Development and Validation of Machine Learning Algorithms for Prediction of Colorectal Polyps Based on Electronic Health Records

Biomedicines. 2024 Aug 27;12(9):1955. doi: 10.3390/biomedicines12091955.

Abstract

Background: Colorectal Polyps are the main source of precancerous lesions in colorectal cancer. To increase the early diagnosis of tumors and improve their screening, we aimed to develop a simple and non-invasive diagnostic prediction model for colorectal polyps based on machine learning (ML) and using accessible health examination records.

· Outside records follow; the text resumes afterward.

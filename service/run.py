"""A run and what can go wrong with keeping it: the records that store, dispatcher and routes share.

StoreError                 the database cannot be used now
+-- StoreFullError         no room on the disk: nothing was accepted or changed
+-- DirectoryInUseError    another server works in the data directory (see `service.owner`)
IdempotencyError           the key was used with another body
QueueFullError             too many runs are waiting
CursorError                a list cursor that this store did not make
"""

from __future__ import annotations

import secrets
import time
from dataclasses import dataclass
from enum import StrEnum

_ALPHABET = "23456789abcdefghjkmnpqrstuvwxyz"  # no look-alikes: addresses are read out and typed
_LENGTH = 26  # 31^26 > 2^128

LONGEST_SOUGHT = 200
"""Characters of a text that is looked for in titles."""


class State(StrEnum):
    """How far a run is."""

    WAITING = "waiting"
    SOLVING = "solving"
    FINISHED = "finished"  # the solver came to an end of its own, with whatever verdict
    FAILED = "failed"  # no answer: a limit, a crash, an error of ours; `reason` says which
    STOPPED = "stopped"  # cancelled; there may be a result with the best curve so far

    @property
    def ended(self) -> bool:
        """True where nothing more will happen."""
        return self not in (State.WAITING, State.SOLVING)


@dataclass(frozen=True, slots=True)
class Run:
    """One problem document being solved.  Times are seconds since 1970; numbers of the result in the user's units."""

    id: str
    title: str
    document_hash: str  # of the canonical document: equal where the same problem is meant
    created: float
    updated: float
    state: State = State.WAITING
    priority: int = 0  # higher first
    time_limit: float = 60.0  # seconds that the document grants its solver
    key: str | None = None  # idempotency key
    key_hash: str | None = None  # of the body that came with it
    attempt: int = 0  # which one this is; 0: none yet
    deaths: int = 0  # workers that died of it
    owner: str | None = None  # who solves it, until `lease`
    lease: float | None = None
    cancel_asked: bool = False
    verdict: str | None = None
    value: float | None = None
    value_error: float | None = None
    value_unit: str | None = None
    seconds: float | None = None  # of work in the worker
    reason: str | None = None  # why it failed, or how the last worker died


@dataclass(frozen=True, slots=True)
class Page:
    """A part of a list; `after` continues it, None at its end."""

    runs: tuple[Run, ...]
    after: str | None


@dataclass(frozen=True, slots=True)
class Figures:
    """What a result says in one line."""

    verdict: str | None = None
    value: float | None = None
    value_error: float | None = None
    value_unit: str | None = None
    seconds: float | None = None


class StoreError(Exception):
    """The database cannot be used now."""


class StoreFullError(StoreError):
    """There is no room on the disk: nothing was accepted or changed."""


class IdempotencyError(Exception):
    """The idempotency key was used before, with another body."""


class QueueFullError(Exception):
    """Too many runs are waiting."""


class CursorError(ValueError):
    """A cursor that this store did not make."""


def new_run(
    title: str,
    document_hash: str,
    *,
    time_limit: float = 60.0,
    priority: int = 0,
    key: str | None = None,
    key_hash: str | None = None,
) -> Run:
    """A run that waits, with an address nobody can guess."""
    id = "".join(secrets.choice(_ALPHABET) for _ in range(_LENGTH))
    now = time.time()
    return Run(id, title, document_hash, now, now, priority=priority, time_limit=time_limit, key=key, key_hash=key_hash)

Methods: We conducted a single-center observational retrospective study in China. The derivation cohort, consisting of 5426 individuals who underwent colonoscopy screening from January 2021 to January 2024, was separated for training (cohort 1) and validation (cohort 2). The variables considered in this study included demographic data, vital signs, and laboratory results recorded by health examination records. With features selected by univariate analysis and Lasso regression analysis, nine machine learning methods were utilized to develop a colorectal polyp diagnostic model. Several evaluation indexes, including the area under the receiver-operating-characteristic curve (AUC), were used to compare the predictive performance. The SHapley additive explanation method (SHAP) was used to rank the feature importance and explain the final model.

Results: 14 independent predictors were identified as the most valuable features to establish the models. The adaptive boosting machine (AdaBoost) model exhibited the best performance among the 9 ML models in cohort 1, with accuracy, sensitivity, specificity, positive predictive value, negative predictive value, F1 score, and AUC (95% CI) of 0.632 (0.618-0.646), 0.635 (0.550-0.721), 0.674 (0.591-0.758), 0.593 (0.576-0.611), 0.673 (0.654-0.691), 0.608 (0.560-0.655) and 0.687 (0.626-0.749), respectively. The final model gave an AUC of 0.675 in cohort 2. Additionally, the precision recall (PR) curve for the AdaBoost model reached the highest AUPR of 0.648, positioning it nearest to the upper right corner. SHAP analysis provided visualized explanations, reaffirming the critical factors associated with the risk of colorectal polyps in the asymptomatic population.

Conclusions: This study integrated the clinical and laboratory indicators with machine learning techniques to establish the predictive model for colorectal polyps, providing non-invasive, cost-effective screening strategies for asymptomatic individuals and guiding decisions for further examination and treatment.

Keywords: SHAP; colorectal polyps; health examination record; machine learning; prediction model.

Grants and funding

This research received no external funding.